Ransomware, data disclosure and malware-as-a-service on the Dark Web. 2/2

Analysing the victims of groups like Egregor (some of whose members were arrested in Ukraine in February 2021) reveals that ransomware operators do not just target big or world-renowned companies or institutions. While the victims do include major firms, attacks have also targeted medium-sized companies, such as a company in France’s Rhône-Alpes region with 340 employees and a Canadian logistics company with fewer than 60 employees.
Ransomware operators are simply opportunistic. The target’s economic profile ultimately matters little; it is the IT system’s vulnerability that determines the probability of attack. It is more profitable for hackers to target several small companies with weak protection than try to penetrate the highly protected systems of a company that understands the risks. Unfortunately, not everyone thinks about securing their information system, and not all companies can afford this protection.
Due to its ease of execution combined with an increase in intrusion points, ransomware has quickly become one of the most profitable types of attack. This method is very common on the dark web, with a constantly expanding attack surface and the development of the Malware-as-a-Service market.

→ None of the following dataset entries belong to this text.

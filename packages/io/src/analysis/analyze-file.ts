import { createHash } from 'node:crypto';
import type { InputHasher, ReceiverSettings } from '@intradyne/core';
import { type AnalysisResult, type AnalyzeOptions, analyzeCapture } from '@intradyne/metrics';
import { type CaptureDescription, openCapture } from '../capture/capture.js';
import { InputError } from '../errors/input-error.js';
import { UsageError } from '../errors/usage-error.js';
import { worthHelperThreads } from '../threads/helper-threads.js';
import { SpectrumAccumulator } from './spectrum-estimate.js';

/** What may change the receiver for one analysis (command-line options or a pipeline file). */
export interface AnalysisSettings {
  /** Descriptor fields that override the file's (sampleRate, symbolRate, modulation, rollOff, dispersionPsPerNm…). */
  readonly overrides?: Readonly<Record<string, unknown>>;
  /** Estimate the dispersion when the descriptor gives none (default true). */
  readonly estimateDispersion?: boolean;
  /** Receiver settings beyond the descriptor: stage options, expected DGD… (a pipeline file). */
  readonly receiver?: Partial<Omit<ReceiverSettings, 'modulation' | 'symbolRate' | 'sampleRate'>>;
  /** Options of the analysis itself (symbols left out, plot data…; see `analyzeCapture`). */
  readonly analysis?: AnalyzeOptions;
  /** Samples per block read from the file (default the loader's). */
  readonly blockSize?: number;
  /**
   * Parse a large capture on a thread of its own while the receiver runs (default
   * true, for files of 32 MB and more): the same results, sooner on a machine with
   * a core to spare.
   */
  readonly helperThreads?: boolean;
}

/** A capture and its analysis. */
export interface FileAnalysis {
  /** The capture as opened: its files and its descriptor with the overrides applied. */
  readonly capture: CaptureDescription;
  /** What `analyzeCapture` found: figures, diagnostics, failure, record. */
  readonly result: AnalysisResult;
}

/**
 * Opens a capture (data file or descriptor), streams it through the default
 * receiver and measures it against its reference.
 * @throws InputError for a missing or malformed file, descriptor or reference
 * @example const { result } = analyzeFile('run-07.csv', { overrides: { modulation: '16qam' } }); if (result.ok) console.log(result.measurement?.ber);
 */
export function analyzeFile(path: string, settings: AnalysisSettings = {}): FileAnalysis {
  return analyzeOpenCapture(openCapture(path, settings.overrides ?? {}), settings);
}

/**
 * {@link analyzeFile} on a capture already opened with {@link openCapture}
 * (with `settings.overrides`): for a caller that needs its name first.
 *
 * Two failures of the analysis are the input's, and are thrown as such
 * rather than returned as a failed analysis: a capture too short to measure
 * with the default lead-in (the data file named, with its length; with
 * `analysis.skipSymbols` set, the failure stays the analysis's), and a stated symbol rate that
 * the data do not carry — checked only after the analysis failed (any check
 * but the reference's, which a wrong rate does not explain), by estimating the
 * symbol rate from the spectrum of the first {@link RATE_CHECK_SAMPLES}
 * samples; more than {@link RATE_MISMATCH} away from the stated one, the
 * descriptor's field (or the option) is named with both rates.
 * @throws InputError for malformed data met while streaming, a capture too
 *   short to measure, or rates the data do not fit; UsageError when the
 *   symbol rate that does not fit came from an option
 */
export function analyzeOpenCapture(capture: CaptureDescription, settings: AnalysisSettings = {}): FileAnalysis {
  const receiver: ReceiverSettings = {
    ...settings.receiver,
    modulation: capture.modulation,
    symbolRate: capture.symbolRate,
    sampleRate: capture.sampleRate,
    rollOff: capture.rollOff,
    ...(capture.dispersionPsPerNm !== undefined ? { dispersionPsPerNm: capture.dispersionPsPerNm } : {}),
    ...(capture.descriptor.skewPs ? { skewPs: capture.descriptor.skewPs } : {}),
    estimateDispersion: settings.estimateDispersion ?? true,
  };
  // A large capture is parsed on a thread of its own while the receiver runs.
  const threads = (settings.helperThreads ?? true) && worthHelperThreads(capture.dataPath);
  // Read from the file again on each iteration: a data-aided analysis passes over the capture twice.
  const blocks = { [Symbol.iterator]: () => capture.blocks({ blockSize: settings.blockSize, parseAhead: threads }) };
  const result = analyzeCapture(blocks, receiver, capture.reference, { inputHasher: nativeSha256, ...settings.analysis });
  // The rates first: a wrong symbol rate also makes a capture look short in symbols.
  if (!result.ok && result.failure?.check !== 'reference') checkRatesFit(capture, result.failure?.reason ?? '');
  // Too short for the default lead-in: the capture is at fault, whichever check noticed it first (ten samples
  // make the equalizer fail before the length is checked). With a lead-in chosen by the caller, the analysis
  // failed for that choice, and says so.
  if (!result.ok && settings.analysis?.skipSymbols === undefined) {
    const samples = result.record.samples;
    const symbols = Math.floor(samples / capture.samplesPerSymbol);
    const { skipSymbols, skipTailSymbols } = result.record.analysis;
    if (result.failure?.check === 'length' || symbols <= skipSymbols + skipTailSymbols)
      throw new InputError(
        { file: capture.dataPath },
        'data',
        `a capture long enough to measure (more than ${skipSymbols + skipTailSymbols} symbols: ${skipSymbols} leading ones are left out while the receiver settles, ${skipTailSymbols} trailing)`,
        `${samples} samples (${symbols} symbols at ${capture.samplesPerSymbol} samples per symbol)`,
      );
  }
  return { capture, result };
}

/** Samples of a capture whose spectrum checks the stated symbol rate after a failed analysis: 2^18. */
export const RATE_CHECK_SAMPLES = 1 << 18;

/**
 * Largest relative difference between the stated symbol rate and the one
 * the spectrum shows before the rates are blamed: 0.25. The estimate is
 * within a few per cent on raised-cosine signals of 2,000 symbols or more
 * (inspect's tests), so a quarter leaves room for filtered or noisy captures.
 */
export const RATE_MISMATCH = 0.25;

/**
 * After a failed analysis: throws when the spectrum of the data shows a
 * symbol rate far from the stated one (see {@link analyzeOpenCapture}).
 */
function checkRatesFit(capture: CaptureDescription, failure: string): void {
  const spectrum = new SpectrumAccumulator();
  for (const b of capture.blocks()) {
    spectrum.push(b);
    if (spectrum.samples >= RATE_CHECK_SAMPLES) break;
  }
  const seen = spectrum.result()?.symbolRateBd ?? null;
  if (seen === null || Math.abs(seen / capture.symbolRate - 1) <= RATE_MISMATCH) return;
  const expected =
    `a symbol rate the data carry (the analysis failed: ${failure.split(':')[0]}; at the stated ${capture.sampleRate} Sa/s ` +
    `the spectrum of the data shows about ${(seen / 1e9).toPrecision(3)} GBd: check the symbol rate and the sample rate)`;
  const origin = capture.origin('symbolRate');
  if ('option' in origin) throw new UsageError(`${origin.option}: expected ${expected}, received ${capture.symbolRate}`);
  throw new InputError(origin, "field 'symbolRate'", expected, String(capture.symbolRate));
}

/** Node's SHA-256 (the same digest as core's, several times faster over the samples). */
function nativeSha256(): InputHasher {
  const h = createHash('sha256');
  return {
    update: (bytes) => h.update(bytes),
    hex: () => h.digest('hex'),
  };
}
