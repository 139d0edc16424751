import type { ResultRow } from '../arrow/arrow-write.js';
import { pipelineFingerprint } from './fingerprint.js';

/**
 * The columns of a sweep's results table, in order. Rates in Bd and Sa/s,
 * frequencies in Hz, SNR and Q in dB, GMI and MI in bits per symbol (both
 * polarizations for the totals, one for the `x_`/`y_` columns), EVM as a
 * fraction. `failure_check` is the failed check ('equalizer', 'reference',
 * 'modulation', 'length'; 'input' for a capture that could not be read;
 * 'error' for an unexpected error) and `failure_reason` why; the figures are
 * empty then. `input_sha256` hashes the capture's files (see
 * `captureInputHash`), `samples_sha256` the samples analysed, and
 * `pipeline_sha256` the library version and chain (see `pipelineFingerprint`).
 */
export const RESULT_COLUMNS = [
  'capture',
  'modulation',
  'symbol_rate_bd',
  'sample_rate_sas',
  'ok',
  'failure_check',
  'failure_reason',
  'ber',
  'ber_ci95_lo',
  'ber_ci95_hi',
  'bit_errors',
  'bits',
  'ser',
  'evm_rms',
  'snr_db',
  'q_db',
  'gmi',
  'ngmi',
  'mi',
  'freq_offset_hz',
  'cycle_slips',
  'implementation_penalty_db',
  'x_ber',
  'x_snr_db',
  'x_gmi',
  'y_ber',
  'y_snr_db',
  'y_gmi',
  'input_sha256',
  'samples_sha256',
  'pipeline_sha256',
] as const;

/** One column name of the results table. */
export type ResultColumn = (typeof RESULT_COLUMNS)[number];

/** The columns that hold text; the others hold numbers (`ok` as 1/0 in Arrow). */
export const TEXT_COLUMNS: ReadonlySet<ResultColumn> = new Set<ResultColumn>([
  'capture',
  'modulation',
  'failure_check',
  'failure_reason',
  'input_sha256',
  'samples_sha256',
  'pipeline_sha256',
]);
/** One row of the results table: a value (or null) per column. */
export type SweepRow = Readonly<Record<ResultColumn, number | string | boolean | null>> & ResultRow;

type Figures = { ber: number | null; snrDb: number | null; gmi: number | null };

const emptyRow = (): Record<ResultColumn, number | string | boolean | null> =>
  Object.fromEntries(RESULT_COLUMNS.map((c) => [c, null])) as Record<ResultColumn, number | string | boolean | null>;

/**
 * A results row from the flat JSON of one analysis (`analysisToJson`).
 * @param key the capture's path relative to the sweep root
 * @param inputSha256 the capture's input hash (null when it could not be read)
 */
export function rowFromAnalysis(key: string, json: Record<string, unknown>, inputSha256: string | null): SweepRow {
  const j = json as Record<string, never> & {
    failure: { check: string; reason: string } | null;
    berCi95: [number | null, number | null] | null;
    perPol: { x: Figures; y: Figures } | null;
    record: { version: string; pipeline: unknown; inputSha256: string };
  };
  const row = emptyRow();
  Object.assign(row, {
    capture: key,
    modulation: j.modulation,
    symbol_rate_bd: j.symbolRate,
    sample_rate_sas: j.sampleRate,
    ok: j.ok,
    failure_check: j.failure?.check ?? null,
    failure_reason: j.failure?.reason ?? null,
    ber: j.ber,
    ber_ci95_lo: j.berCi95?.[0] ?? null,
    ber_ci95_hi: j.berCi95?.[1] ?? null,
    bit_errors: j.bitErrors,
    bits: j.bits,
    ser: j.ser,
    evm_rms: j.evmRms,
    snr_db: j.snrDb,
    q_db: j.qDb,
    gmi: j.gmi,
    ngmi: j.ngmi,
    mi: j.mi,
    freq_offset_hz: j.freqOffsetHz,
    cycle_slips: j.cycleSlips,
    implementation_penalty_db: j.implementationPenaltyDb,
    x_ber: j.perPol?.x.ber ?? null,
    x_snr_db: j.perPol?.x.snrDb ?? null,
    x_gmi: j.perPol?.x.gmi ?? null,
    y_ber: j.perPol?.y.ber ?? null,
    y_snr_db: j.perPol?.y.snrDb ?? null,
    y_gmi: j.perPol?.y.gmi ?? null,
    input_sha256: inputSha256,
    samples_sha256: j.record.inputSha256,
    pipeline_sha256: pipelineFingerprint(j.record.version, j.record.pipeline),
  });
  for (const c of RESULT_COLUMNS) if (row[c] === undefined) row[c] = null;
  return row as SweepRow;
}

/** The row of a capture that could not be analysed: `check` 'input' or 'error', the message as the reason. */
export function rowFromError(key: string, check: 'input' | 'error', reason: string, inputSha256: string | null): SweepRow {
  return {
    ...emptyRow(),
    capture: key,
    ok: false,
    failure_check: check,
    failure_reason: reason,
    input_sha256: inputSha256,
  } as SweepRow;
}
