import { createHash } from 'node:crypto';
import { LIBRARY_VERSION } from '@intradyne/core';
import type { AnalysisSettings } from '../analysis/analyze-file.js';

const sha256 = (text: string) => createHash('sha256').update(text).digest('hex');

/**
 * SHA-256 (hex) of the library version and the analysis settings of a sweep
 * (overrides, receiver and analysis options), known before any analysis.
 * With the input hash (which covers the descriptor) it fixes the pipeline a
 * capture is analysed with, so a re-run may skip a capture whose stored row
 * has both.
 * @example settingsFingerprint({ overrides: { modulation: '16qam' } }) // 64 hex digits
 */
export function settingsFingerprint(settings: AnalysisSettings): string {
  return sha256(JSON.stringify({ version: LIBRARY_VERSION, settings }, sortedKeys));
}

/**
 * SHA-256 (hex) of the library version and the chain as the analysis
 * described it (`record.pipeline`: every stage with every option): the
 * pipeline fingerprint of a results row.
 * @example pipelineFingerprint(LIBRARY_VERSION, result.record.pipeline) // 64 hex digits
 */
export function pipelineFingerprint(version: string, pipeline: unknown): string {
  return sha256(`${version}\n${JSON.stringify(pipeline)}`);
}

/** JSON.stringify replacer that writes object keys sorted, so equal settings give equal text. */
function sortedKeys(_key: string, value: unknown): unknown {
  if (value && typeof value === 'object' && !Array.isArray(value)) {
    const out: Record<string, unknown> = {};
    for (const k of Object.keys(value).sort()) out[k] = (value as Record<string, unknown>)[k];
    return out;
  }
  return value;
}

Examples of Malware-as-a-Service offered by hackers on the dark web

ANSSI issues alerts but also makes recommendations.

This threat, which involves little effort but can be very profitable, has now become firmly embedded in the cyberthreat landscape.
In September 2020, ANSSI (French National Cybersecurity Agency) issued an alert about Emotet, a very widespread type of ransomware. The agency had noticed a resurgence in the number of French entities targeted by this malware. However, France was not the only country Emotet attacked, with New Zealand and Japan also among its victims.

Discussions in a dark web forum about new targets (captured by our software)

Job offer from a user looking to use the coronavirus as a vector to spread the Emotet ransomware (captured by our software)

In addition to the alert issued in September 2020, on 29 October of the same year, the French National Cybersecurity Agency also published a study on Malware-as-a-Service using Emotet as an example. In this new trend, the cyberattack can simply be outsourced to a hacker, with no skills required. This “uberisation” of cyberattacks further increases existing threats. Now anyone with the means can hire a hacker. The jobs can range from compromising social media or email accounts to completely destabilising information systems.

Example of services to launch ransomware attacks that can be found on the dark web

“Typical” hacking services offered on the dark web

Although the network of hackers associated with the Emotet ransomware was dismantled in January 2021 , we have noticed that France remains a preferred target for hackers using this type of cyberattack. Hackers are taking advantage of the increase in attack vectors to create a real cyberattack marketplace. Not only has this become the most common type of cyberattack, but it has significant consequences for the victims.
We recommend utmost caution as the strongest form of prevention since hackers’ imagination seems to be limitless. ANSSI has also published a guide with many recommendations. Companies of all sizes and all employees must remain vigilant because these kinds of attacks rely on human error to succeed.